# About lith printing



## Rollei12 (May 11, 2016)

I just got interested in lith printing on learning you can do it by using just normal enlarging papers.  I thought lith printing was done by contact printing.

So what is the best paper for it?  I've read a bunch of people name some names that just don't show up on Google searches (for canada stores anyway) but read that normal Ilford fiber paper works okay.  Has anyone tried lith printing with Ilford FB paper?  Is it okay?

Also can you tell me the steps involved with it?  I know FB paper takes a bit more work with washing and another bath (that soapy bath that takes out the fixer faster).  Can you use that soapy bath for lith printing?

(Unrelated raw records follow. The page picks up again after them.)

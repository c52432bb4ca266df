import { displayUnit, fromDisplay, toDisplay, type UnitSystem } from '$core/units';
import { parseNumberText } from '$core/number-text';
import { editable, editableRounded } from '../format/number';
import { numberLocale } from '../format/number-locale.svelte';
import type { FieldDef } from '../parts/part-fields';

// A form's draft holds what the user typed, as text, so nothing is lost when a save fails.
// Conversions to and from the stored units happen only here.

export type DraftValue = string | boolean;
export type Draft = Record<string, DraftValue>;

export function fieldUnit(def: Pick<FieldDef, 'unit' | 'quantity'>, system: UnitSystem): string {
  if (def.quantity) return displayUnit(def.quantity, system);
  return def.unit ?? '';
}

/** "Capacity (mAh)", "Diameter (in)": every field says its unit. */
export function fieldLabel(def: Pick<FieldDef, 'label' | 'unit' | 'quantity'>, system: UnitSystem): string {
  const unit = fieldUnit(def, system);
  return unit === '' ? def.label : `${def.label} (${unit})`;
}

export function toDraftValue(def: FieldDef, value: unknown, system: UnitSystem): DraftValue {
  switch (def.type) {
    case 'flag':
      return value === true;
    case 'number':
    case 'integer': {
      if (typeof value !== 'number' || !Number.isFinite(value)) return '';
      const scaled = value * (def.scale ?? 1);
      if (!def.quantity) return editable(scaled);
      const shown = toDisplay(scaled, def.quantity, system);
      // A converted value is rounded for people (4.33 in, not 4.33071); an untouched field is
      // never sent back, so the stored value keeps its precision.
      const decimals = inputDecimals(def, system);
      return decimals === null ? editable(shown) : editableRounded(shown, decimals);
    }
    default:
      return typeof value === 'string' ? value : value === null || value === undefined ? '' : String(value);
  }
}

/** A record's field by its form key: records are plain objects of their catalogue's fields. */
export function recordValue(record: object, key: string): unknown {
  return Object.getOwnPropertyDescriptor(record, key)?.value;
}

export function toDraft(fields: readonly FieldDef[], record: object | null, system: UnitSystem, defaults: Record<string, unknown> = {}): Draft {
  const draft: Draft = {};
  for (const f of fields) draft[f.key] = toDraftValue(f, record ? recordValue(record, f.key) : defaults[f.key], system);
  return draft;
}

/** Decimals a converted quantity is shown with in an input; null keeps six significant digits. */
function inputDecimals(def: FieldDef, system: UnitSystem): number | null {
  if (system === 'metric' || !def.quantity) return null;
  return def.inputDecimals ?? 2;
}

export type FieldReading = { ok: true; value: unknown } | { ok: false; message: string };

/** What one field's text means in stored units, or why it cannot be read (as the user typed it). */
export function readDraftValue(def: FieldDef, value: DraftValue, system: UnitSystem): FieldReading {
  if (def.type === 'flag') return { ok: true, value: value === true };
  const text = typeof value === 'string' ? value : String(value);
  if (def.type === 'select' && def.nullable && text === '') return { ok: true, value: null };
  if (def.type !== 'number' && def.type !== 'integer') return { ok: true, value: text };
  const parsed = parseNumberText(text, numberLocale.marks);
  if (parsed.kind === 'empty') return { ok: true, value: null };
  if (parsed.kind === 'refused') return { ok: false, message: parsed.message };
  const n = parsed.value;
  if (def.percent && n > 0 && n <= 1) {
    return { ok: false, message: `is typed in percent: ${editable(n)} here would mean ${editable(n)} %; for ${editable(n * 100)} % type ${editable(n * 100)}` };
  }
  const unscaled = n / (def.scale ?? 1);
  const stored = def.quantity ? fromDisplay(unscaled, def.quantity, system) : unscaled;
  // Scaling can leave float noise (0.0021 → 0.0020999...); twelve digits is far below any rating's precision.
  return { ok: true, value: def.type === 'integer' ? stored : Number(stored.toPrecision(12)) };
}

/**
 * The value to send for one field. Text that cannot be read is sent as typed, so the service
 * still refuses it by name; forms check every field with `draftProblems` before sending.
 */
export function fromDraftValue(def: FieldDef, value: DraftValue, system: UnitSystem): unknown {
  if (def.type === 'flag') return value === true;
  const text = typeof value === 'string' ? value : String(value);
  if (def.type === 'select' && def.nullable && text === '') return null;
  if (def.type === 'number' || def.type === 'integer') {
    const reading = readDraftValue(def, value, system);
    return reading.ok ? reading.value : text;
  }
  return text;
}

/** Every field, for a create. */
export function draftToRecord(fields: readonly FieldDef[], draft: Draft, system: UnitSystem): Record<string, unknown> {
  const out: Record<string, unknown> = {};
  for (const f of fields) out[f.key] = fromDraftValue(f, draft[f.key] ?? '', system);
  return out;
}

/** Only the fields the user changed, for an update: untouched values are never rewritten by rounding. */
export function draftChanges(fields: readonly FieldDef[], draft: Draft, base: Draft, system: UnitSystem): Record<string, unknown> {
  const out: Record<string, unknown> = {};
  for (const f of fields) {
    if (draft[f.key] !== base[f.key]) out[f.key] = fromDraftValue(f, draft[f.key] ?? '', system);
  }
  return out;
}

/**
 * The form field a service error names: `changes.capacityMah` and `part.changes.kv` become
 * `capacityMah` and `kv`; nested paths (`gearing.pinionTeeth`) are kept.
 */
export function errorFieldKey(field: string | undefined): string | null {
  if (field === undefined || field === '') return null;
  return field.replace(/^(build\.|part\.)?changes\./, '');
}

/** The message without its leading field path, for showing beside the field itself. */
export function messageForField(message: string, field: string | undefined): string {
  if (!field) return message;
  const prefix = `${field}: `;
  return message.startsWith(prefix) ? message.slice(prefix.length) : message;
}

/** The unit a bound is said in: "%", "mm" or "in", "mΩ"; nothing for counts and plain ratios. */
function boundUnit(def: FieldDef, system: UnitSystem): string {
  if (def.percent) return ' %';
  const unit = fieldUnit(def, system);
  return unit === '' || unit === 'count' || unit === 'no unit' || unit === ':1' || unit === 'teeth' || unit === 'S' || unit === 'P' ? '' : ` ${unit}`;
}

/** A stored-unit bound in the units the field is typed in. */
function boundText(def: FieldDef, stored: number, system: UnitSystem): string {
  const scaled = stored * (def.scale ?? 1);
  const shown = def.quantity ? toDisplay(scaled, def.quantity, system) : scaled;
  return `${editable(shown)}${boundUnit(def, system)}`;
}

/** A schema issue, told in the field's own units: "must be 100 % or less", never "1 or less". */
export interface BoundIssue {
  type: string;
  message: string;
  requirement?: unknown;
  input?: unknown;
}

export function issueMessage(def: FieldDef, issue: BoundIssue, system: UnitSystem): string {
  const bound = typeof issue.requirement === 'number' ? boundText(def, issue.requirement, system) : null;
  if (bound !== null && issue.type === 'max_value') return `must be ${bound} or less`;
  if (bound !== null && issue.type === 'min_value') return `must be ${bound} or more`;
  if (bound !== null && issue.type === 'gt_value') return `must be greater than ${bound}`;
  if ((def.type === 'number' || def.type === 'integer') && (issue.input === null || issue.input === undefined)) return 'is required';
  return issue.message;
}

/** "Kv (rpm/V): must be …" for one field; "2 fields need attention: Kv (rpm/V), Drivetrain efficiency (%)." for more. */
export function problemSummary(problems: Readonly<Record<string, string>>, fields: readonly FieldDef[], system: UnitSystem, extra: Readonly<Record<string, string>> = {}): string {
  const names = Object.keys(problems).map((key) => {
    const def = fields.find((f) => f.key === key);
    return def ? fieldLabel(def, system) : (extra[key] ?? key);
  });
  const only = Object.values(problems);
  if (names.length === 1) return `${names[0]}: ${only[0]}`;
  return `${names.length} fields need attention: ${names.join(', ')}.`;
}
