// Full-throttle operating points of one build on one supply, at full charge (when currents
// are highest, the safe side for every current rule). Cars and trucks go through gearing and
// road load; boats, multirotors and planes through a propeller in water or air.

import { AIR_DENSITY, FRESH_WATER_DENSITY } from './constants';
import type { BuildInputs } from './build-inputs';
import { launchCurrent, loadedTopSpeed } from './ground-load';
import { known, lacking, missingOf, type Known } from './known';
import { motorParams } from './motor';
import { staticPropPoint } from './propeller';
import type { SupplyModel } from './supply';
import { mpsToKmh, radPerSToRpm } from './units';

export interface Operation {
  /** Per motor. */
  peakMotorA: Known;
  /** Per motor. */
  continuousMotorA: Known;
  loadedTopSpeedKmh: Known;
  loadedRpm: Known;
  /** All motors together. */
  thrustN: Known;
  tipSpeedMps: Known;
}

/** Names a figure the vehicle's kind does not have (thrust of a car, top speed of a plane). */
export const NOT_APPLICABLE = 'figure.notApplicable';

const isGround = (kind: string): boolean => kind === 'car' || kind === 'truck';

export function operate(inp: BuildInputs, supply: Known<SupplyModel>): Operation {
  const { kind, kv, motorResistanceOhm: rm, noLoadCurrentA: i0, motorCount } = inp;
  if (
    kind.value === null ||
    supply.value === null ||
    kv.value === null ||
    rm.value === null ||
    i0.value === null ||
    motorCount.value === null
  ) {
    const base = missingOf(kind, supply, kv, rm, i0, motorCount);
    const none = lacking(...base);
    return { peakMotorA: none, continuousMotorA: none, loadedTopSpeedKmh: none, loadedRpm: none, thrustN: none, tipSpeedMps: none };
  }
  const n = motorCount.value;
  // Each motor sees its own winding and controller, and the pack drop of all motors together.
  const loopR = rm.value + inp.controllerResistanceOhm + n * supply.value.modelResistanceOhm;
  const m = motorParams(kv.value, loopR, i0.value);
  const volts = supply.value.fullV;
  const notApplicable = lacking(NOT_APPLICABLE);

  if (isGround(kind.value)) {
    const { finalDrive, tireDiameterMm, drivetrainEfficiency, massKg, tractionCoefficient, dragAreaM2, rollingCoefficient } = inp;
    if (finalDrive.value === null || tireDiameterMm.value === null || drivetrainEfficiency.value === null) {
      const none = lacking(...missingOf(finalDrive, tireDiameterMm, drivetrainEfficiency));
      return {
        peakMotorA: lacking(...missingOf(none, massKg, tractionCoefficient)),
        continuousMotorA: lacking(...missingOf(none, massKg, dragAreaM2, rollingCoefficient)),
        loadedTopSpeedKmh: lacking(...missingOf(none, massKg, dragAreaM2, rollingCoefficient)),
        loadedRpm: lacking(...missingOf(none, massKg, dragAreaM2, rollingCoefficient)),
        thrustN: notApplicable,
        tipSpeedMps: notApplicable,
      };
    }
    const d = { motorCount: n, finalDrive: finalDrive.value, tireDiameterMm: tireDiameterMm.value, efficiency: drivetrainEfficiency.value };
    let continuousMotorA: Known;
    let loadedTopSpeedKmh: Known;
    let loadedRpm: Known;
    if (massKg.value !== null && dragAreaM2.value !== null && rollingCoefficient.value !== null) {
      const top = loadedTopSpeed(m, volts, d, {
        massKg: massKg.value,
        dragAreaM2: dragAreaM2.value,
        rollingCoefficient: rollingCoefficient.value,
        airDensity: AIR_DENSITY,
      });
      continuousMotorA = known(top.currentA);
      loadedTopSpeedKmh = known(mpsToKmh(top.speedMps));
      loadedRpm = known(radPerSToRpm(top.omegaRadS));
    } else {
      continuousMotorA = loadedTopSpeedKmh = loadedRpm = lacking(...missingOf(massKg, dragAreaM2, rollingCoefficient));
    }
    let peakMotorA: Known;
    if (massKg.value !== null && tractionCoefficient.value !== null) {
      const launch = launchCurrent(m, volts, d, tractionCoefficient.value, massKg.value);
      // Drag can ask for more at top speed than the tyres allow at launch; the peak is the larger.
      peakMotorA = known(continuousMotorA.value === null ? launch : Math.max(launch, continuousMotorA.value));
    } else {
      peakMotorA = lacking(...missingOf(massKg, tractionCoefficient));
    }
    return { peakMotorA, continuousMotorA, loadedTopSpeedKmh, loadedRpm, thrustN: notApplicable, tipSpeedMps: notApplicable };
  }

  const { propDiameterM, powerCoefficient, thrustCoefficient } = inp;
  if (propDiameterM.value === null || powerCoefficient.value === null) {
    const none = lacking(...missingOf(propDiameterM, powerCoefficient));
    return {
      peakMotorA: none,
      continuousMotorA: none,
      loadedTopSpeedKmh: notApplicable,
      loadedRpm: none,
      thrustN: lacking(...missingOf(none, thrustCoefficient)),
      tipSpeedMps: none,
    };
  }
  const point = staticPropPoint(m, volts, {
    diameterM: propDiameterM.value,
    powerCoefficient: powerCoefficient.value,
    thrustCoefficient: thrustCoefficient.value,
    densityKgM3: kind.value === 'boat' ? FRESH_WATER_DENSITY : AIR_DENSITY,
  });
  // Static current is the highest a propeller asks for, so it stands for both peak and continuous.
  return {
    peakMotorA: known(point.currentA),
    continuousMotorA: known(point.currentA),
    loadedTopSpeedKmh: notApplicable,
    loadedRpm: known(radPerSToRpm(point.omegaRadS)),
    thrustN: point.thrustN === null ? thrustCoefficient : known(n * point.thrustN),
    tipSpeedMps: known(point.tipSpeedMps),
  };
}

The steps involved would be appreciated!  Like:

1: develop paper
2: stop / fix paper, 

etc, etc...


----------



## terri (May 20, 2016)

Well.   It's not as easy as Step 1,2,3, like anything else that's worth doing.       I'm happy you're interested in the process, and it's certainly not limited to contact printing - it's done on enlarging paper, yes, but the differences in paper emulsions will contribute to differences in the final results.   So will your choice of lith developers, the ratios used when mixed, and even whether you're putting the first or the 10th piece of paper through the same tray!  

First, let me introduce you to the lith print master, Tim Rudman.   Sign up for his newsletter to stay current on new papers, developers, and all things lith print related.   He is a master darkroom printer in his own right, so he's a good source, period.  

Second, I highly recommend you pick up his book(s) on the subject of lith printing.   Pretty sure you can find links to all of that from his website, and he might even be holding workshops, too.

Anyway.   You can also head over to Freestyle Photo and check out the article on lith printing, under the Photo Know-How tab, alternative photographic processes.    Not sure if the Slavich paper is still sold over in North America, but there are other papers to try.    For developers, I've used Fotospeed LD20 and the Moersch.   Both available at places like Freestyle and B&H Photo, who both ship to Canada, I believe. 

A couple of examples using the Slavich paper, normal panchromatic negatives:









People like this paper because it's contrasty and very fast in lith printing, while still giving a nice tonal range.  Notice the bright white of the bucket in the shed image against the deep black of the spray paint, and the delicate shadows along the shed doors, and front of the shed, along with the whiteness of the flower petals in the top image, giving it an almost superimposed look.  

This image below was printed on Fotospeed lith paper, not sure it's still available, but there are still papers available giving similar results.   This was a negative from infrared film.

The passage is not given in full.